“All Your Base are Belong to Us” famously circulated as an Internet meme a decade ago. Originating as a poor English translation (from Japanese) of dialogue in Sega's 1991 video game Zero Wing, the phrase has a new life as the title of Harold Goldberg's cultural history of the video game industry. Goldberg is appearing at Book Soup on June 4th to discuss and sign the book.

One of the strangest things about video games is that no one figured out how to make money from them until the 1980s, even though the technology had long been available. What's your view as to why it took so long for video games to catch on?

At first, games were curiosities. The Brookhaven National Labs scientist William Higginbotham proved there was an interest with his Tennis for Two, made on a lowly oscilloscope in the late 1950s. Visitors came from miles around to check it out on Long Island. But it was never made to earn piles of money, just to stir interest in science.

law logo2x bWhen Ralph Baer's Magnavox Odyssey was released in the 1970s, no one knew how to market the system. Magnavox had Frank Sinatra do the commercial, which was completely unhip.

Atari's Nolan Bushnell was savvy at certain forms of marketing, from creating buzz to setting a high price for games at your local store. Bushnell had a big, audacious personality, and he was fearless.

When Electronic Arts was created in the 1980s, founder Trip Hawkins hired a slew of MBAs to help him make it successful. He had just the right balance of creative types, whom he considered to be artists on the level of movie and music stars, and smart business types. The business took off from there.

One of the most colorful stories in all of video game history is that of the 1983 Atari video game burial [when Atari semi-secretly buried thousands of copies of low-selling games, including E.T. the Extra-Terrestrial, at a remote landfill in Alamagordo, N. Mex.]. You mention the story in the book, yet it seems that there are conflicting accounts as to whether the dump actually took place. Were you able to determine the veracity of the story?

It certainly seems true from all the interviews I conducted. And I've been hearing that story from video game executives and journalists since I started writing about games in the early 1990s.
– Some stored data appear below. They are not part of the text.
/** One published value and how far ours is from it, in the unit of its row. */
export interface Deviation {
  /** which value, in a few words */
  readonly at: string;
  readonly value: number;
}

/** Deviation in % of the published value. */
export function percent(at: string, ours: number, published: number): Deviation {
  return { at, value: 100 * (ours / published - 1) };
}

/** Deviation in the unit of the value. */
export function difference(at: string, ours: number, published: number): Deviation {
  return { at, value: ours - published };
}

/** Mean of the sizes. */
export function mean(deviations: readonly Deviation[]): number {
  return deviations.reduce((sum, { value }) => sum + Math.abs(value), 0) / deviations.length;
}

/** The deviation of the largest size. */
export function worst(deviations: readonly Deviation[]): Deviation {
  const [first, ...rest] = deviations;
  if (!first) throw new Error('no deviations to choose from');
  return rest.reduce((most, each) => (Math.abs(each.value) > Math.abs(most.value) ? each : most), first);
}

/** A deviation with its sign and one decimal: +1.2, -0.3, 0.0. */
export function signed(value: number): string {
  if (!Number.isFinite(value)) throw new Error(`a deviation of ${value} cannot be printed`);
  const digits = Math.abs(value).toFixed(1);
  if (Number(digits) === 0) return digits;
  return `${value < 0 ? '-' : '+'}${digits}`;
}

/** A size with about two digits; what is rounding of the arithmetic is not spelt out. */
export function size(value: number): string {
  if (!Number.isFinite(value)) throw new Error(`a deviation of ${value} cannot be printed`);
  const bare = Math.abs(value);
  if (bare < NOTHING) return `< ${NOTHING}`;
  return bare.toFixed(bare >= 1 ? 1 : bare >= 0.1 ? 2 : 3);
}

/** The same with its sign. */
export function signedSize(value: number): string {
  const bare = size(value);
  if (bare.startsWith('<')) return bare;
  return `${value < 0 ? '-' : '+'}${bare}`;
}

/** Below this a deviation is not told apart from none. */
export const NOTHING = 0.001;

/** A Markdown table; all columns but those named stand to the right. */
export function table(
  head: readonly string[],
  rows: readonly (readonly string[])[],
  left: readonly number[],
) {
  const line = (cells: readonly string[]) => `| ${cells.join(' | ')} |`;
  const rule = head.map((_, column) => (left.includes(column) ? '---' : '--:'));
  return [line(head), line(rule), ...rows.map(line)].join('\n');
}
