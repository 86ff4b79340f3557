import type { StreamState } from '../model/stream.ts';
import type { Mixture } from '../properties/mixture.ts';
import { createEnthalpySlopes } from './enthalpy-slopes.ts';
import type { ReactionRun } from './reaction-run.ts';
import type { BlockSlopes } from './slopes.ts';

/** What the derivatives of a bed ask of it, as its last pass left it. */
export interface PassedBed {
  readonly setting: { readonly inlet_temperature?: number | undefined };
  readonly run: ReactionRun;
  /** index of the reactor's inlet that quenches before it; 0 for none */
  readonly shot: number;
  readonly into: StreamState;
  readonly out: StreamState;
}

/**
 * Derivatives of adiabatic beds in series (Unit.slopes), bed by bed. A heat between two beds changes nothing; a
 * quench adds its flows and enthalpy.
 */
export function createBedSlopes(mixture: Mixture, beds: readonly PassedBed[]) {
  const last = beds.at(-1)!;
  const carrying = createEnthalpySlopes(mixture);
  /** the matrices of the inlets that are in the gas of each bed */
  const joined: Float64Array[] = [];

  /** The lower pressure counts; of two that are equal each half the way, which is right when they move together. */
  function joinPressures(before: StreamState, shot: StreamState, joining: Float64Array, width: number): void {
    const gap = before.pressurePa - shot.pressurePa;
    const ofShot = gap > 0 ? 1 : gap < 0 ? 0 : 0.5;
    const at = (width - 1) * width;
    for (const matrix of joined) for (let k = at; k < at + width; k++) matrix[k] *= 1 - ofShot;
    joining[width * width - 1] = ofShot;
  }

  return (inlets: readonly StreamState[], { width, of }: BlockSlopes): boolean => {
    const matrices = of[0];
    joined.length = 0;
    joined.push(matrices[0]);
    if (!carrying.enter(inlets[0], matrices[0])) return false;
    let before = inlets[0];
    for (const { setting, run, shot, into, out } of beds) {
      if (shot > 0) {
        if (!carrying.enter(inlets[shot], matrices[shot])) return false;
        joinPressures(before, inlets[shot], matrices[shot], width);
        joined.push(matrices[shot]);
      } else if (setting.inlet_temperature !== undefined) {
        if (!carrying.setTemperature(into, joined)) return false;
      }
      const step = out === last.out ? carrying.reactAndLeave : carrying.react;
      if (!step(run, out, joined)) return false;
      before = out;
    }
    return true;
  };
}
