import type { RateLaw } from '../chemistry/rate-laws/rate-law.ts';
import { rateLaws } from '../chemistry/rate-laws/rate-laws.ts';
import { dependentReactions } from '../chemistry/reaction-rows.ts';
import { nearest } from '../diagnostics/nearest.ts';
import type { Reaction } from '../model/reaction.ts';
import type { KnownNames, SettingsFault } from './block.ts';
import { exactlyOne, listed } from './checks.ts';
import { lawShares } from './kinetic-bed-chemistry.ts';
import type { KineticBedSettings } from './kinetic-bed-settings.ts';

/** Faults of a kinetic bed that need more than its schema. */
export function kineticBedFaults(setting: KineticBedSettings, known: KnownNames): SettingsFault[] {
  const law = rateLaws.get(setting.rate_law)!;
  return [
    ...exactlyOne(setting, {
      adiabatic: 'adiabatic: true',
      cooling: 'cooling: {temperature: 240 degC, heat_transfer: 50 kW/(m3 K)}',
      temperature: 'temperature: 450 degC',
    }),
    ...exactlyOne(setting, { volume: 'volume: 60 m3', catalyst_mass: 'catalyst_mass: 40 t' }),
    ...amountFaults(setting, law),
    ...effectivenessFaults(setting, law),
    ...reactionFaults(setting, law, known),
  ];
}

/** A law per mass needs the mass, one per volume the volume, a coolant the volume. */
function amountFaults(setting: KineticBedSettings, law: RateLaw): SettingsFault[] {
  const { volume, catalyst_mass: mass, bulk_density: density, cooling } = setting;
  if ((volume === undefined) === (mass === undefined)) return [];
  const wanted =
    volume === undefined
      ? law.per === 'volume'
        ? `${law.name} counts per volume of bed`
        : cooling && 'heat is transferred per volume of bed'
      : law.per === 'mass' && `${law.name} counts per mass of catalyst`;
  if (!wanted && density !== undefined) {
    return [
      {
        path: ['bulk_density'],
        code: 'idle-setting',
        what: 'A bulk density is given that nothing asks for.',
        why: `${law.name} counts per ${law.per}, which is given`,
        mend: 'take it out',
      },
    ];
  }
  if (!wanted || density !== undefined) return [];
  return [
    {
      path: [],
      code: 'missing-setting',
      what: `The ${volume === undefined ? 'volume of the bed' : 'mass of the catalyst'} is not known.`,
      why: `${wanted}, and a ${volume === undefined ? 'mass' : 'volume'} is given`,
      mend: `add bulk_density: 1100 kg/m3, or give ${volume === undefined ? 'volume' : 'catalyst_mass'} instead`,
    },
  ];
}

function effectivenessFaults(setting: KineticBedSettings, law: RateLaw): SettingsFault[] {
  const published = setting.effectiveness === 'published';
  if (published && law.effectiveness === null) {
    const others = [...rateLaws.values()].filter((one) => one.effectiveness).map((one) => one.name);
    return [
      {
        path: ['effectiveness'],
        code: 'wrong-value',
        what: `There is no published effectiveness for ${law.name}.`,
        why: `only ${listed(others)} comes with one`,
        mend: 'write it as a fraction, e.g. effectiveness: 70 %',
      },
    ];
  }
  if (!published && setting.conversion_before !== undefined) {
    return [
      {
        path: ['conversion_before'],
        code: 'idle-setting',
        what: 'The conversion before the bed has no effect.',
        why: 'only a published effectiveness depends on it',
        mend: 'add effectiveness: published, or take conversion_before out',
      },
    ];
  }
  return [];
}

function reactionFaults(setting: KineticBedSettings, law: RateLaw, known: KnownNames): SettingsFault[] {
  const names = known.reactions.map((one) => one.name);
  const unknown = setting.reactions.flatMap((name, index): SettingsFault[] => {
    const path = ['reactions', index];
    if (setting.reactions.indexOf(name) < index) {
      return [
        {
          path,
          code: 'duplicate-name',
          what: `Reaction ${name} stands twice.`,
          why: 'it runs once',
          mend: 'take one of them out',
        },
      ];
    }
    if (names.includes(name)) return [];
    const near = nearest(name, names);
    return [
      {
        path,
        code: 'unknown-reaction',
        what: `There is no reaction "${name}" in this flowsheet.`,
        why: near ? `the nearest reaction is ${near}` : `the reactions are ${names.join(', ') || 'none'}`,
        mend: near ? `write ${near}` : 'add it under reactions',
      },
    ];
  });
  const missing = missingSpecies(law, known);
  if (unknown.length > 0 || missing.length > 0) return [...unknown, ...missing];
  const named = setting.reactions.map((name) => known.reactions.find((one) => one.name === name)!);
  const dependent = dependentReactions(named.map((one) => one.coefficients)).map(({ index }) => ({
    path: ['reactions', index],
    code: 'dependent-reaction',
    what: `Reaction ${named[index].name} is a sum of the others.`,
    why: 'the rate law runs it already by way of them',
    mend: 'take it out here',
  }));
  return dependent.length > 0 ? dependent : matchFaults(law, named, known);
}

function missingSpecies(law: RateLaw, known: KnownNames): SettingsFault[] {
  const ids = known.components.map((c) => c.id);
  const missing = law.species.filter((id) => !ids.includes(id));
  if (missing.length === 0) return [];
  return [
    {
      path: ['rate_law'],
      code: 'unknown-component',
      what: `${law.name} needs ${listed(missing)}, which this flowsheet does not have.`,
      why: `it is a law for ${listed(law.species)}`,
      mend: `add ${missing.join(', ')} to components`,
    },
  ];
}

/** Every reaction of the law is a sum of those named, and every one named has a part in it. */
function matchFaults(law: RateLaw, named: readonly Reaction[], known: KnownNames): SettingsFault[] {
  const shares = law.reactions.map((own) => lawShares(own.stoichiometry, named, known.components));
  const lacking = law.reactions.filter((_, l) => shares[l] === null);
  const fits = (reaction: Reaction, own: (typeof law.reactions)[number]) =>
    lawShares(own.stoichiometry, [reaction], known.components) !== null;
  const faults = lacking.map((own): SettingsFault => {
    const there = known.reactions.find((reaction) => fits(reaction, own));
    return {
      path: ['reactions'],
      code: 'missing-setting',
      what: `The reactions named leave out ${own.equation}.`,
      why: `${law.name} runs ${listed(law.reactions.map((one) => one.equation))}`,
      mend: there
        ? `add ${there.name} to the list`
        : `add it to the reactions of the flowsheet, e.g. side: ${own.equation}, and name it here`,
    };
  });
  if (faults.length > 0) return faults;
  return named.flatMap((reaction, k) =>
    shares.some((share) => share![k] !== 0)
      ? []
      : [
          {
            path: ['reactions', k],
            code: 'idle-setting',
            what: `Reaction ${reaction.name} does not run in this bed.`,
            why: `${law.name} runs ${listed(law.reactions.map((one) => one.equation))}`,
            mend: 'take it out here',
          },
        ],
  );
}
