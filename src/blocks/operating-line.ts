import { stoichiometryOf } from '../chemistry/reaction-text.ts';
import { PassTrouble } from '../diagnostics/diagnostic.ts';
import type { Reaction } from '../model/reaction.ts';
import { emptyStream, type StreamState } from '../model/stream.ts';
import type { Mixture } from '../properties/mixture.ts';
import type { ReactionRun } from './reaction-run.ts';

/** One point of conversion against temperature. */
export interface LinePoint {
  readonly temperature_K: number;
  /** share of the key reactant fed up to here that is converted */
  readonly conversion: number;
}

/** The way of the gas through one adiabatic bed, in points that can be drawn. */
export interface BedPoint extends LinePoint {
  readonly bed: number;
}

/** Points along a bed, its two ends included. */
const POINTS_PER_BED = 11;
const POINTS_OF_EQUILIBRIUM = 21;
/** The equilibrium line reaches this far beyond the operating line on either side [K]. */
const MARGIN_K = 20;

/** The reactant that stands first in the equation of a reaction, by index. */
export function keyReactant(reaction: Reaction, mixture: Mixture): number {
  const [id] = Object.entries(stoichiometryOf(reaction.equation)).find(([, v]) => v < 0)!;
  return mixture.components.findIndex((c) => c.id === id);
}

/** Share of a component fed that is gone; null where none was fed. */
export function conversionOf(component: number, fed: Float64Array, left: Float64Array): number | null {
  return fed[component] > 0 ? (fed[component] - left[component]) / fed[component] : null;
}

/**
 * The operating line of an adiabatic bed: the gas is changed from its inlet to its outlet composition along a
 * straight line, and each point has the temperature of its enthalpy.
 *
 * @param into,out  settled, of equal enthalpy @param fed  what the reactor was fed up to this bed [mol/s]
 */
export function bedLine(
  bed: number,
  into: StreamState,
  out: StreamState,
  key: number,
  fed: Float64Array,
  mixture: Mixture,
): BedPoint[] {
  if (!(fed[key] > 0)) return [];
  const here = emptyStream(mixture.size);
  return Array.from({ length: POINTS_PER_BED }, (_, point) => {
    const way = point / (POINTS_PER_BED - 1);
    const between = (from: number, to: number) => (1 - way) * from + way * to;
    for (let i = 0; i < mixture.size; i++) {
      here.flowsMolPerS[i] = between(into.flowsMolPerS[i], out.flowsMolPerS[i]);
    }
    here.pressurePa = between(into.pressurePa, out.pressurePa);
    here.temperatureK = between(into.temperatureK, out.temperatureK);
    mixture.settleAtEnthalpy(here, between(into.enthalpyW, out.enthalpyW));
    return {
      bed,
      temperature_K: here.temperatureK,
      conversion: conversionOf(key, fed, here.flowsMolPerS)!,
    };
  });
}

/**
 * The equilibrium line: conversion at equilibrium against temperature, from a little below the coldest point of
 * the operating line to a little above its hottest. Temperatures without an equilibrium are left out.
 *
 * @param run  the reactions without approach @param fed  all that is fed [mol/s] @param P  [Pa]
 */
export function equilibriumLine(
  run: ReactionRun,
  operating: readonly LinePoint[],
  key: number,
  fed: Float64Array,
  P: number,
): LinePoint[] {
  if (operating.length === 0) return [];
  const temperatures = operating.map((point) => point.temperature_K);
  const from = Math.min(...temperatures) - MARGIN_K;
  const to = Math.max(...temperatures) + MARGIN_K;
  const product = new Float64Array(fed.length);
  return Array.from({ length: POINTS_OF_EQUILIBRIUM }, (_, point) => point).flatMap((point) => {
    const T = from + ((to - from) * point) / (POINTS_OF_EQUILIBRIUM - 1);
    try {
      run.react(T, P, fed, product);
    } catch (trouble) {
      if (trouble instanceof PassTrouble) return [];
      throw trouble;
    }
    return [{ temperature_K: T, conversion: conversionOf(key, fed, product)! }];
  });
}
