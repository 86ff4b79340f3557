import { z } from 'zod';
import { PassTrouble } from '../diagnostics/diagnostic.ts';
import type { StreamState } from '../model/stream.ts';
import type { Mixture } from '../properties/mixture.ts';
import { fraction, quantity } from '../units/schema.ts';
import type { BlockKind } from './block.ts';
import { exactlyOne, pressureAfterDrop } from './checks.ts';
import { createDutySlopes } from './duty-slopes.ts';
import { temperatureAlong } from './heat-curve.ts';
import { settleWithDuty } from './heat-duty.ts';
import { enthalpyAdded, quietReport } from './report.ts';
import { raiseSteam, STEAM, steamFaults, steamSettings } from './steam-raising.ts';

const settings = z.strictObject({
  temperature: quantity('temperature', {
    description: 'outlet temperature',
    examples: ['290 degC'],
  }).optional(),
  duty: quantity('power', { description: 'heat added; negative for cooling' }).optional(),
  vapour_fraction: fraction({
    description: 'mol vapour per mol of the outlet',
    examples: ['100 %', '0.5'],
  }).optional(),
  pressure_drop: quantity('pressureDifference', {
    min: 0,
    description: 'pressure lost, none if left out',
  }).optional(),
  steam: steamSettings.meta({ description: STEAM }).optional(),
});
type Settings = z.infer<typeof settings>;

/**
 * Heater or cooler: one inlet, one outlet, phases stay together.
 *
 * Settings: one of `temperature` [K], `duty` [W, positive heats], `vapour_fraction` [0–1]; `pressure_drop` [Pa];
 * `steam` (what the heat given off could raise, see steam-raising.ts; changes no stream).
 * Balance: flows unchanged; the duty is the enthalpy that leaves less the one that enters.
 */
export const heater: BlockKind<Settings> = {
  kind: 'heater',
  summary: 'heats or cools a stream without parting its phases',
  settings,
  models: (setting) => (setting.steam ? ['steam: IAPWS-IF97, R7-97(2012)'] : []),
  ports: () => ({ inlets: ['in'], outlets: ['out'] }),
  check: (setting) => [
    ...exactlyOne(setting, {
      temperature: 'temperature: 280 degC',
      duty: 'duty: 12 MW',
      vapour_fraction: 'vapour_fraction: 100 %',
    }),
    ...steamFaults(setting.steam),
  ],
  asksForHeat: ({ duty }, asked) => asked && duty !== undefined,
  create(setting, { mixture }) {
    const duty = createDutySlopes(mixture);
    let started = false;

    function passFlows([inlet]: readonly StreamState[], [out]: readonly StreamState[]): void {
      out!.flowsMolPerS.set(inlet!.flowsMolPerS);
      out!.pressurePa = pressureAfterDrop(inlet!.pressurePa, setting.pressure_drop);
    }

    return {
      pass(inlets, outlets) {
        const [inlet] = inlets;
        const [out] = outlets;
        passFlows(inlets, outlets);
        if (setting.temperature !== undefined) {
          out!.temperatureK = setting.temperature;
          mixture.settle(out!);
          return;
        }
        if (!started) out!.temperatureK = inlet!.temperatureK;
        started = true;
        if (setting.duty !== undefined) settleWithDuty(mixture, out!, inlet!.enthalpyW, setting.duty);
        else settleAtVapourFraction(out!, setting.vapour_fraction!, mixture);
      },
      passFlows,
      slopes([inlet], [out], { of, flowsOnly }) {
        if (setting.vapour_fraction !== undefined && !flowsOnly) return false;
        const temperatureIsSet = flowsOnly || setting.temperature !== undefined;
        return duty.fill(inlet!, out!, { temperatureIsSet, pressureIsSet: false }, false, of[0][0]);
      },
      report(inlets, outlets) {
        const [inlet] = inlets;
        const [out] = outlets;
        const dutyW = enthalpyAdded(inlets, outlets);
        const steam =
          setting.steam && raiseSteam(setting.steam, dutyW, temperatureAlong(inlet, out, mixture));
        return quietReport({
          dutyW,
          details: {
            temperature_K: out.temperatureK,
            vapour_fraction: out.vapourFraction,
            ...(steam && { steam: steam.details }),
          },
          warnings: [...(steam?.warnings ?? []), ...mixture.cautions(out)],
          assumptions: steam?.assumptions ?? [],
        });
      },
    };
  },
};

/** Between these temperatures a vapour fraction is looked for [K]. */
const COLDEST_K = 60;
const HOTTEST_K = 800;
/** A step in the vapour fraction across one temperature larger than this is boiling, not rounding. */
const BOILS = 1e-6;

/**
 * Find the temperature at which a stream holds a given share of vapour, by bisection: the share rises with
 * temperature (0 and 1 mean the bubble and the dew point). A pure component boils at one temperature: there
 * its phases are shared as asked.
 */
function settleAtVapourFraction(stream: StreamState, wanted: number, mixture: Mixture): void {
  const shareAt = (T: number) => {
    stream.temperatureK = T;
    mixture.settle(stream);
    return stream.vapourFraction;
  };
  if (mixture.total(stream) === 0) {
    mixture.settle(stream);
    return;
  }
  let low = COLDEST_K;
  let high = HOTTEST_K;
  const isBelow = (share: number) => (wanted >= 1 ? share < 1 : share <= wanted);
  if (!isBelow(shareAt(low)) || isBelow(shareAt(high))) throw notReached(stream, wanted);
  while (high - low > 1e-12 * high) {
    const T = 0.5 * (low + high);
    if (T === low || T === high) break;
    if (isBelow(shareAt(T))) low = T;
    else high = T;
  }
  const shareHigh = shareAt(high);
  const shareLow = shareAt(low);
  if (shareHigh - shareLow > BOILS) {
    if (high >= lastCriticalK(stream, mixture)) throw notReached(stream, wanted);
    sharePhases(stream, (wanted - shareLow) / (shareHigh - shareLow), high, mixture);
  } else if (wanted >= 1) {
    shareAt(high);
  }
}

/** Mix a stream settled just below its boiling point with the same just above it. */
function sharePhases(stream: StreamState, weight: number, high: number, mixture: Mixture): void {
  const cold = stream.liquidMolPerS.slice();
  const coldFraction = stream.vapourFraction;
  stream.temperatureK = high;
  mixture.settle(stream);
  for (let i = 0; i < cold.length; i++) {
    stream.liquidMolPerS[i] = (1 - weight) * cold[i] + weight * stream.liquidMolPerS[i];
  }
  stream.vapourFraction = (1 - weight) * coldFraction + weight * stream.vapourFraction;
  mixture.settlePhases(stream);
}

/** The temperature from which on no component of a stream can be liquid: the share of vapour steps to 1 there. */
function lastCriticalK(stream: StreamState, mixture: Mixture): number {
  let last = 0;
  for (let i = 0; i < mixture.size; i++) {
    if (mixture.roles[i] !== 'condensable' || stream.flowsMolPerS[i] === 0) continue;
    last = Math.max(last, mixture.components[i].critical?.temperatureK ?? Number.POSITIVE_INFINITY);
  }
  return last;
}

function notReached(stream: StreamState, wanted: number): PassTrouble {
  return new PassTrouble(
    'vapour-fraction',
    `A vapour fraction of ${(100 * wanted).toFixed(2)} % is not reached between ${COLDEST_K} and ${HOTTEST_K} K at ${(stream.pressurePa / 1e5).toFixed(2)} bar.`,
    'the stream holds gases that do not condense, or it is above its critical pressure',
    'set a temperature or a duty instead',
  );
}
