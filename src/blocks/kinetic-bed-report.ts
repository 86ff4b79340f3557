import type { RateLaw } from '../chemistry/rate-laws/rate-law.ts';
import { PassTrouble } from '../diagnostics/diagnostic.ts';
import { emptyStream, type StreamState } from '../model/stream.ts';
import { NORMAL_VOLUME_M3_PER_MOL } from '../properties/constants.ts';
import { solveState } from '../properties/solve-state.ts';
import type { BlockContext, BlockReport } from './block.ts';
import { createCarbonReport } from './carbon-report.ts';
import type { BedChemistry } from './kinetic-bed-chemistry.ts';
import type { BedPath } from './kinetic-bed-path.ts';
import { type BedProfile, profileOf } from './kinetic-bed-profile.ts';
import { bedMass, bedVolume, type KineticBedSettings } from './kinetic-bed-settings.ts';
import { createReactionRun } from './reaction-run.ts';
import { liquidWarnings } from './reactor-warnings.ts';
import { enthalpyAdded, quietReport } from './report.ts';

/**
 * What a kinetic bed says of itself: the way through the bed in points to be drawn, its hottest place, and how near
 * to equilibrium the outlet is: `approach_K` and `fraction_of_equilibrium` are those that a reactor at equilibrium
 * needs to give the same outlet.
 */
export function createBedReport(
  setting: KineticBedSettings,
  law: RateLaw,
  chemistry: BedChemistry,
  path: BedPath,
  context: BlockContext,
): (inlet: StreamState, out: StreamState) => BlockReport {
  const { mixture } = context;
  const { reactions } = chemistry;
  const atEquilibrium = createReactionRun(
    Object.fromEntries(reactions.map(({ name }) => [name, {}])),
    context,
  );
  const carbon = createCarbonReport(mixture);

  const byReaction = <V>(of: (k: number) => V): Record<string, V> =>
    Object.fromEntries(reactions.map(({ name }, k) => [name, of(k)]));

  /** Share of the extent that equilibrium at the outlet's temperature and pressure would have. */
  function fractions(inlet: StreamState, out: StreamState): Record<string, number | null> {
    const product = new Float64Array(mixture.size);
    const wanted = tried(() => {
      atEquilibrium.react(out.temperatureK, out.pressurePa, inlet.flowsMolPerS, product);
      return atEquilibrium.extents();
    });
    const least = 1e-9 * mixture.total(inlet);
    return byReaction((k) => {
      const full = wanted?.[reactions[k].name] ?? 0;
      return Math.abs(full) > least ? path.extents[k] / full : null;
    });
  }

  /** Where an adiabatic bed would end with any amount of catalyst [K]. */
  function endless(inlet: StreamState, out: StreamState): number | null {
    const end = emptyStream(mixture.size);
    end.pressurePa = out.pressurePa;
    end.temperatureK = out.temperatureK;
    end.flowsMolPerS.set(out.flowsMolPerS);
    const react = (state: StreamState) => {
      atEquilibrium.react(state.temperatureK, state.pressurePa, inlet.flowsMolPerS, state.flowsMolPerS);
      mixture.settle(state);
    };
    return tried(() => {
      solveState(end, inlet.enthalpyW, 'enthalpy', react, (state) => state.enthalpyW);
      return end.temperatureK;
    });
  }

  function conversions(inlet: StreamState, out: StreamState): Record<string, number> {
    return Object.fromEntries(
      mixture.components.flatMap(({ id }, i) => {
        const fed = inlet.flowsMolPerS[i];
        const takes = reactions.some(({ coefficients }) => coefficients[i] < 0);
        return takes && fed > 0 ? [[id, (fed - out.flowsMolPerS[i]) / fed]] : [];
      }),
    );
  }

  return (inlet, out) => {
    const flow = mixture.total(inlet);
    const volume = bedVolume(setting);
    const profile = flow > 0 ? tried(() => profileOf(path, inlet, law, chemistry, mixture)) : null;
    const standing = reactions.map((_, k) =>
      chemistry.standing(k, out.temperatureK, out.pressurePa, out.flowsMolPerS),
    );
    const places = [
      { name: 'inlet', stream: inlet },
      { name: 'outlet', stream: out },
    ];
    return quietReport({
      dutyW: setting.adiabatic ? 0 : enthalpyAdded([inlet], [out]),
      details: {
        rate_law: law.name,
        inlet_K: inlet.temperatureK,
        outlet_K: out.temperatureK,
        outlet_bar: out.pressurePa / 1e5,
        hottest_K: profile?.hottestK ?? null,
        hottest_position: profile?.hottestPosition ?? null,
        volume_m3: volume,
        catalyst_kg: bedMass(setting),
        space_velocity_per_h:
          volume === null || volume === 0 ? null : (flow * NORMAL_VOLUME_M3_PER_MOL * 3600) / volume,
        extent_kmol_h: byReaction((k) => path.extents[k] * 3.6),
        conversion: conversions(inlet, out),
        approach_K: byReaction((k) => standing[k].approachK),
        equilibrium_K: byReaction((k) => standing[k].equilibriumK),
        fraction_of_equilibrium: flow > 0 ? fractions(inlet, out) : {},
        equilibrium_outlet_K: setting.adiabatic && flow > 0 ? endless(inlet, out) : null,
        effectiveness_inlet: profile?.effectivenessInlet ?? null,
        effectiveness_outlet: profile?.effectivenessOutlet ?? null,
        ...carbon.details(inlet, out),
        profile: profile?.columns ?? null,
      },
      warnings: [
        ...carbon.warnings(places),
        ...(profile ? rangeWarnings(law, profile, inlet, out) : []),
        ...liquidWarnings(places),
        ...mixture.cautions(out),
      ],
      assumptions: assumptionsOf(setting, law),
    });
  };
}

/** What a calculation gives, null where it cannot be done: a report does not fail. */
function tried<V>(calculation: () => V): V | null {
  try {
    return calculation();
  } catch (trouble) {
    if (trouble instanceof PassTrouble) return null;
    throw trouble;
  }
}

function rangeWarnings(
  { name, range }: RateLaw,
  { coldestK, hottestK }: BedProfile,
  inlet: StreamState,
  out: StreamState,
): BlockReport['warnings'] {
  const celsius = (T: number) => `${(T - 273.15).toFixed(0)}`;
  const bar = (P: number) => `${(P / 1e5).toFixed(0)}`;
  const beyond: string[] = [];
  if (coldestK < range.fromK || hottestK > range.toK) {
    beyond.push(
      `at ${celsius(coldestK)} to ${celsius(hottestK)} degC, measured at ${celsius(range.fromK)} to ${celsius(range.toK)} degC`,
    );
  }
  if (out.pressurePa < range.fromPa || inlet.pressurePa > range.toPa) {
    beyond.push(
      `at ${bar(inlet.pressurePa)} bar, measured at ${bar(range.fromPa)} to ${bar(range.toPa)} bar`,
    );
  }
  return beyond.map((how) => ({
    code: 'rate-law-out-of-range',
    message: `the rate law ${name} is used ${how}`,
  }));
}

function assumptionsOf(setting: KineticBedSettings, law: RateLaw): string[] {
  const activities = {
    one: 'partial pressures',
    'gas model': "the gas model's fugacities",
    own: "the authors' fugacities",
  }[law.fugacity];
  const brackets =
    setting.equilibrium === 'authors'
      ? "their equilibrium is the authors' own"
      : 'they stop where the constants and fugacities of the flowsheet say';
  const effectiveness =
    setting.effectiveness === 'published'
      ? [law.effectiveness!.note]
      : setting.effectiveness === undefined
        ? [
            `Effectiveness 1: the intrinsic rate${law.effectiveness ? ' (effectiveness: published takes that of the authors)' : ''}.`,
          ]
        : [];
  return [
    `Rates by ${law.name} (${law.source}) with ${activities}; ${brackets}. ${law.note}`,
    ...effectiveness,
    'Plug flow without radial or axial mixing, gas and catalyst at one temperature.',
  ];
}
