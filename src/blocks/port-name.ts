import { z } from 'zod';

/** The name of an outlet that the user chooses; `rest` is what is left. */
export const portName = z
  .string()
  .regex(/^[A-Za-z][A-Za-z0-9_]*$/)
  .refine((name) => name !== 'rest', { params: { code: 'reserved-name' } });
Anecdotally, in the 1980s here in New York City, I would see stacks of E.T. games in the cheap-ass stereo store bargain bins on 14th Street. They were selling for ten cents each and no one was buying them at that price. So it makes sense that Atari and Warner Bros. had to get rid of them in one fell swoop.

Atari's disastrous game adaptation of E.T.

Atari's disastrous game adaptation of E.T.

Your book zeroes in on certain game designers who were able to make great leaps forward with games that had the largest impact on the game industry and pop culture as a whole (Nolan Bushnell's Pong, Shigeru Miyamoto's work for Nintendo and Ken Levine's BioShock, among others). What criteria determined who you focused on?

I wanted to focus on games that not only were iconic, they helped to move video games up the steep ladder toward conquering pop culture. I wanted gamers to flock to the book first and then I wanted people who hadn't played since Pong to pick it up to see where we've come. And then I wanted people who just enjoy a good story to read the book as well. That's the reason I chose primarily American stories — comedies and tragedies and roller coaster rides of entrepreneurship that are fairly compelling to read. People break down in this book. They become millionaires a hundred times over. They become ill from endless overwork. And, perhaps most saliently, they have changed the way we live.

Some newer trends in gaming, such as Microsoft's controller-free Kinect, seem gimmicky. Do you think Kinect foreshadows a more sweeping change in gaming?

The Kinect seems gimmicky because most of the games made for it, thus far, are derivative. Microsoft is miming the stellar success of the Wii. But we'll see that some core games, like the portions of the upcoming Gears of War 3, will use Kinect, and that may feel less gimmicky.

Harold Goldberg

Harold Goldberg

Most recently, mobile games have taken off like crazy. What is the return on something like Angry Birds, for example?

The return on a game like Angry Birds is immense. It's probably even a more handsome a payday than was the return on [the low-budget, high-grossing] The Blair Witch Project in film.

But, like Blair Witch, that kind of staggering profit is really quite unusual. There are tens of thousands of iPad games out there. It's hard to rise above the fray. Yet Angry Birds may make people want to check out another great, independently-created game for the iPhone or iPad.

The people who make those games remind me of the smart people in small groups who worked on console games in the 1980s. They're closely knit, they think coding is akin to art and they are changing the nature of the way we play games.